Governo recua em temas de direitos humanos diante do avanço conservador

Disputa de religiosos em torno de temas morais alimenta polêmicas com Dilma desde a campanha eleitoral e vai exigir novos modos de debate pelo Planalto

São Paulo – Após menos de seis meses de governo Dilma Rousseff, com uma ameaça de crise política envolvendo um ministro-chave, os últimos 30 dias mostraram um avanço de setores conservadores e recuos do governo em temas relacionados a direitos humanos e ao meio ambiente. A parte mais visível da movimentação ocorre por dentro da própria base de apoio do governo no Legislativo.

O cientista político Leonardo Barreto, da Universidade de Brasília (UnB), credita esse avanço ao crescimento da bancada religiosa e entende que os parlamentares colocam as convicções de sua base eleitoral na frente de uma aliança política governista.

Há duas semanas o governo cedeu à pressão da bancada religiosa e cancelou a produção do kit anti-homofobia. O grupo ameaçava apoiar a convocação do ministro-chefe da Casa Civil, Antonio Palocci, para explicar sua evolução patrimonial dos últimos quatro anos.

Na terça-feira (31), o recuo envolveu o projeto de lei 122, que criminaliza a homofobia. A senadora Marta Suplicy (PT-SP) e Toni Reis, presidente da Associação de Lésbicas, Gays, Bissexuais e Transgêneros (ABLGT), encontraram-se com o senador Marcelo Crivella (PRB-RJ). Os apontamentos para tornar menos incisivos os termos do texto devem prevalecer e um novo projeto será apresentado.

Para explicar o recuo do governo em temas relacionadas aos Direitos Humanos, Barreto lembra que “se o governo perceber que a implementação da agenda voltada aos direitos humanos resultar em um perigo eleitoral para sí, haverá retrocesso”.

O blogueiro, apresentador e ativista da causa LGBT, André Fischer, vai no mesmo sentido. “(O governo) não tem peito para bancar questões referentes aos direitos humanos, muito pelo contrário, fica fazendo concessões a grupos fundamentalistas”, critica.

Questões relacionadas a direitos humanos ganham contornos de tabu para Dilma desde a campanha eleitoral de 2010. A então candidata do PT sofreu forte represália de grupos religiosos em torno do aumentos dos direitos aos homossexuais e temas como o aborto. A terceira edição do Programa Nacional de Direitos Humanos (PNDH-3), editada em forma de decreto em dezembro de 2009 e revisada em 2010, foi recuperada em diversos momentos da campanha para criticar a postulante governista ao cargo.

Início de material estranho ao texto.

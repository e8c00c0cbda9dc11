//! Scales and their levels; graded scales keep their meaning.

use std::collections::BTreeMap;

use rusqlite::{OptionalExtension, Transaction, params};

use super::{Fields, FileProgress, FileReport, SCALES, Source, each_row, input_error, report};
use crate::core::scale::{DESK_KEYS, MAX_LEVELS, gain_problem, gains_fall, is_desk_key};
use crate::study::Result;
use crate::study::csv_input::{Problem, ProblemLog, Problems};

/// One level as read: (line, value, label, gain, key, rubric, colour).
type LevelRow = (u64, u8, String, Option<f64>, String, String, String);

/// A level as stored: (value, label, gain, key, rubric, colour).
type StoredLevel = (u8, String, Option<f64>, String, String, String);

/// Where a scales file's problems point: its name and the value and key columns.
struct Place<'a> {
    file: &'a str,
    value_col: usize,
    key_col: usize,
}

impl Place<'_> {
    fn problem(&self, line: u64, column: usize, message: String) -> Problem {
        Problem {
            file: self.file.to_string(),
            line,
            column,
            message,
        }
    }
}

/// Scales are few and small, so their levels are gathered, checked per scale and then
/// written.
pub(super) fn import_scales(
    tx: &Transaction,
    src: &Source,
    progress: &mut FileProgress,
) -> Result<FileReport> {
    let mut log = ProblemLog::default();
    let mut scales: BTreeMap<String, Vec<LevelRow>> = BTreeMap::new();
    let mut place = Place {
        file: &src.name,
        value_col: 1,
        key_col: 0,
    };
    each_row(src, &SCALES, progress, &mut log, &mut |f, log| {
        place.value_col = f.col("value");
        place.key_col = f.col("key");
        if let Some((scale, level)) = checked_level(&f, log) {
            scales.entry(scale.to_string()).or_default().push(level);
        }
        Ok(())
    })?;
    check_numbering(&place, &mut scales, &mut log);
    log.into_result().map_err(input_error)?;
    let mut report = report(src, "scales");
    warn_of_falling_gains(src, &scales, &mut report);
    for (name, levels) in scales {
        write_scale(tx, &place, (&name, &levels), &mut report)?;
    }
    Ok(report)
}

/// One row checked field by field; `None` once a problem is logged.
fn checked_level<'a>(f: &Fields<'a>, log: &mut ProblemLog) -> Option<(&'a str, LevelRow)> {
    let (Some(scale), Some(value_text), Some(label)) = (
        f.required("scale", log),
        f.required("value", log),
        f.required("label", log),
    ) else {
        return None;
    };
    let value = match value_text.parse::<u8>() {
        Ok(v) if (v as usize) < MAX_LEVELS => v,
        _ => {
            log.push(f.problem(
                "value",
                format!(
                    "value must be a whole number from 0 to {} (a scale has at most {MAX_LEVELS} levels), got \"{value_text}\"",
                    MAX_LEVELS - 1
                ),
            ));
            return None;
        }
    };
    let key = f.text("key").trim();
    if is_desk_key(key) {
        log.push(f.problem(
            "key",
            format!(
                "key \"{key}\" is kept by the grading desk ({}); choose another key, or leave it empty for the level's digit",
                DESK_KEYS.join(" ")
            ),
        ));
        return None;
    }
    let gain = f.optional_f64("gain", log)?;
    if let Some(problem) = gain.and_then(gain_problem) {
        log.push(f.problem("gain", problem));
        return None;
    }
    Some((
        scale,
        (
            f.row.line,
            value,
            label.to_string(),
            gain,
            key.to_string(),
            f.text("rubric").to_string(),
            f.text("colour").trim().to_string(),
        ),
    ))
}

/// Each scale's values run 0, 1, 2… without repeats, its keys are distinct, and it has
/// at least two levels. Sorts each scale's levels by value.
fn check_numbering(
    place: &Place,
    scales: &mut BTreeMap<String, Vec<LevelRow>>,
    log: &mut ProblemLog,
) {
    let (value_col, key_col) = (place.value_col, place.key_col);
    for (name, levels) in scales.iter_mut() {
        levels.sort_by_key(|l| (l.1, l.0));
        for (n, level) in levels.iter().enumerate() {
            if n > 0 && levels[n - 1].1 == level.1 {
                log.push(place.problem(
                    level.0,
                    value_col,
                    format!("value {} appears twice in scale \"{name}\"", level.1),
                ));
            } else if level.1 as usize != n && (n == 0 || levels[n - 1].1 != level.1) {
                log.push(place.problem(
                    level.0,
                    value_col,
                    format!(
                        "values of scale \"{name}\" must run 0, 1, 2… without gaps; {n} is missing"
                    ),
                ));
                break;
            }
        }
        for (n, level) in levels.iter().enumerate() {
            if !level.4.is_empty() && levels[..n].iter().any(|l| l.4 == level.4) {
                log.push(place.problem(
                    level.0,
                    key_col,
                    format!("key \"{}\" is used twice in scale \"{name}\"", level.4),
                ));
            }
        }
        if levels.len() < 2 {
            log.push(place.problem(
                levels[0].0,
                value_col,
                format!("scale \"{name}\" needs at least two levels"),
            ));
        }
    }
}

/// A warning for each scale whose gains fall as the level rises.
fn warn_of_falling_gains(
    src: &Source,
    scales: &BTreeMap<String, Vec<LevelRow>>,
    report: &mut FileReport,
) {
    for (name, levels) in scales {
        let gains: Vec<Option<f64>> = levels.iter().map(|l| l.3).collect();
        if gains_fall(&gains) {
            report.warnings.push(format!(
                "{}: scale \"{name}\" has gains that fall as the level rises ({}); a higher level then counts less in DCG — check the gain column",
                src.name,
                gains
                    .iter()
                    .map(|g| g.map_or("–".to_string(), |g| g.to_string()))
                    .collect::<Vec<_>>()
                    .join(", ")
            ));
        }
    }
}

/// Adds or replaces one scale's levels; a graded scale keeps its values.
fn write_scale(
    tx: &Transaction,
    place: &Place,
    (name, levels): (&String, &[LevelRow]),
    report: &mut FileReport,
) -> Result<()> {
    let old: Vec<StoredLevel> = {
        let mut stmt = tx.prepare(
            "SELECT value, label, gain, key, rubric, colour FROM levels WHERE scale = ?1 ORDER BY value",
        )?;
        stmt.query_map([&name], |r| {
            Ok((
                r.get(0)?,
                r.get(1)?,
                r.get(2)?,
                r.get(3)?,
                r.get(4)?,
                r.get(5)?,
            ))
        })?
        .collect::<std::result::Result<_, _>>()?
    };
    let new: Vec<StoredLevel> = levels
        .iter()
        .map(|l| (l.1, l.2.clone(), l.3, l.4.clone(), l.5.clone(), l.6.clone()))
        .collect();
    if old == new {
        report.unchanged += new.len() as u64;
        return Ok(());
    }
    if !old.is_empty() {
        let graded: bool = tx
            .query_row(
                "SELECT 1 FROM grade_events WHERE scale = ?1 LIMIT 1",
                [&name],
                |_| Ok(true),
            )
            .optional()?
            .unwrap_or(false);
        let same_values = old.iter().map(|l| l.0).eq(new.iter().map(|l| l.0));
        if graded && !same_values {
            return Err(input_error(Problems(vec![place.problem(
                levels[0].0,
                place.value_col,
                format!("scale \"{name}\" already has grades; its levels cannot be added, removed or renumbered — give the changed scale a new name"),
            )])));
        }
        report.updated += new.len() as u64;
        tx.execute("DELETE FROM levels WHERE scale = ?1", [&name])?;
    } else {
        report.added += new.len() as u64;
        tx.execute("INSERT INTO scales(scale) VALUES (?1)", [&name])?;
    }
    let mut insert = tx.prepare(
        "INSERT INTO levels(scale, value, label, gain, key, rubric, colour) VALUES (?1, ?2, ?3, ?4, ?5, ?6, ?7)",
    )?;
    for (value, label, gain, key, rubric, colour) in new {
        insert.execute(params![name, value, label, gain, key, rubric, colour])?;
    }
    Ok(())
}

Para evitar a perda de votos do grupo, Dilma firmou uma carta direcionada a evangélicos garantindo que não tomaria “a iniciativa de propor alterações em temas concernentes à família e à livre expressão de qualquer religião no país”.

O cientista político avaliou que o fato de Dilma ter “assumido algumas posições conversadoras” durante a campanha, aliada ao momento frágil que o governo atravessa e ao mau planejamento adotado pelo Ministério da Educação (MEC) no projeto do kit anti-homofóbico, fizeram com que o governo não “arriscasse seu pescoço” defendendo as posições de uma esquerda liberal.

A senadora petista Marta Suplicy falou à Rede Brasil Atual e concordou que o MEC poderia ter dado mais explicações sobre o material. “O Ministério poderia ter feito um trabalho mais amplo contendo informações sobre como ele vai ser lançado, em quais tipos de escolas, qual o preparo, se os professores que trabalharão com isso serão assistidos”, explica.

Para Marta, o material “foi colocado ao público sem nenhum preparo de mídia”. A senadora enxerga que o kit “entrou na mídia de uma forma enviesada”, por isso a incompreensão das pessoas e a rejeição de um grande grupo.

A perspectiva de agir diferentemente a respeito depende da capacidade de Dilma se articular com a base. Barreto acredita que é possível, contanto, que o governo “demonstre uma capacidade de gerenciamento que não demonstrou até agora”.